Figure 2Environmental predictors of variation in songtype III and IV characteristics. Dotted line indicates the value of the environmental variable where regression tree has bifurcated the data to minimize the within-group variation. Horizontal solid lines indicate the mean song frequency within each of these groups. Shown are the relationships between the top environmental predictor and indicated songtype characteristic: (A) Songtype III characteristics were explained by measures of surface reflectance, with higher values (indicating lower biomass) associated with higher song III maximum frequencies and peak amplitudes, and by extent of deforestation, with lower minimum frequencies in more degraded areas. (B) Songtype IV characteristics were best explained by reflectance values (Moderate Resolution Imaging Spectroradiometer B2), and measures of surface moisture (QSCAT).

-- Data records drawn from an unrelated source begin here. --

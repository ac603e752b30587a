package quant

import (
	"fmt"
	"math"

	"github.com/plumbref/plumb/compare"
	"github.com/plumbref/plumb/internal/num"
)

// SQNR returns the signal-to-quantisation-noise ratio of xhat, an
// approximation of x, in decibels:
//
//	SQNR = 10·log₁₀(Σ x² / Σ (x − x̂)²)
//
// (common practice; the ratio of signal power to noise power). Both sums
// are computed exactly, Σ (x − x̂)² as Σ x² − 2·Σ x·x̂ + Σ x̂² in a
// big-integer sum, and rounded once to float64; the quotient and the
// logarithm add the rest: with u = 2^−53, the quotient is within 3u relative
// of the exact one, which moves the result by at most 10·3u/ln 10 ≈ 2^−49
// dB, and Log10 adds its own error of an ulp or so.
//
// Special cases are:
//
//	x = xhat (no noise), x not all 0     +Inf
//	x all 0, xhat not                    −Inf
//	x and xhat empty or all 0            +Inf (no noise)
//	NaN or ±Inf in x or xhat             NaN
//	len(xhat) ≠ len(x)                   error ErrLength
func SQNR(x, xhat []float64) (float64, error) { return sqnr("SQNR", x, xhat) }

// SQNR32 is SQNR of float32 tensors (widened exactly), its result rounded
// to float32.
//
// Special cases are those of SQNR.
func SQNR32(x, xhat []float32) (float32, error) {
	v, err := sqnr("SQNR32", x, xhat)
	return float32(v), err
}

func sqnr[T num.Float](fn string, x, xhat []T) (float64, error) {
	if len(xhat) != len(x) {
		return math.NaN(), fmt.Errorf("%w: %s: len(xhat) = %d; want len(x) = %d", ErrLength, fn, len(xhat), len(x))
	}
	signal, noise := newExactSum(), newExactSum()
	for i := range x {
		a, b := float64(x[i]), float64(xhat[i])
		if math.IsNaN(a) || math.IsNaN(b) || math.IsInf(a, 0) || math.IsInf(b, 0) {
			return math.NaN(), nil
		}
		signal.addProduct(a, a, 1, 0)
		noise.addProduct(a, a, 1, 0)
		noise.addProduct(a, b, -1, 1)
		noise.addProduct(b, b, 1, 0)
	}
	ps, pn := signal.round(compare.Float64), noise.round(compare.Float64)
	switch {
	case pn == 0:
		return math.Inf(1), nil
	case ps == 0:
		return math.Inf(-1), nil
	}
	// ps/pn may overflow or underflow: take the logarithms apart then.
	if r := ps / pn; r > 0 && !math.IsInf(r, 0) && r >= 0x1p-1022 {
		return 10 * math.Log10(r), nil
	}
	return 10 * (math.Log10(ps) - math.Log10(pn)), nil
}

Figure 3Predictive map for songtype III maximum frequency. Environmental variables explained 66% of the variation in songtype III maximum frequency. Sampling was based on 24 sample sites where song was recorded. Circles represent recording locations, and colors of those circles represent average observed songtype III maximum frequency at that location.
Figure 4Accuracy of observed versus predicted values of (A) songtype III maximum and (B) songtype IV minimum frequency (in Hertz) in little greenbuls in Cameroon. Line represents perfect predictions. Open circles represent sampled sites that were included in model construction (Standard Error of the Estimate = 11.9 and 26.5 Hz, respectively), closed circles represent sites that were visited in August 2009 and used to ground-truth model statements (Standard Error of the Estimate = 19.4 and 46.3 Hz, respectively).
Figure 5Relationship between forest type and songtype III maximum frequency. For songtype III, little greenbuls sing at a higher maximum in mature forest than secondary (human-altered) forest and ecotone. Dark horizontal lines show median for each forest type, and box boundaries show 25th and 75th percentiles. Whiskers show an estimated two standard deviations from the median. All pairwise comparisons (two-tailed paired t tests): mature vs. secondary (P = 0.0006), secondary versus ecotone (P = 0.003), and mature versus ecotone (P = 0.000006) showed significant differences in songtype III maximum frequency. Forest type categories were defined based on Moderate Resolution Imaging Spectroradiometer tree cover data (Smith et al. 2008, 2011).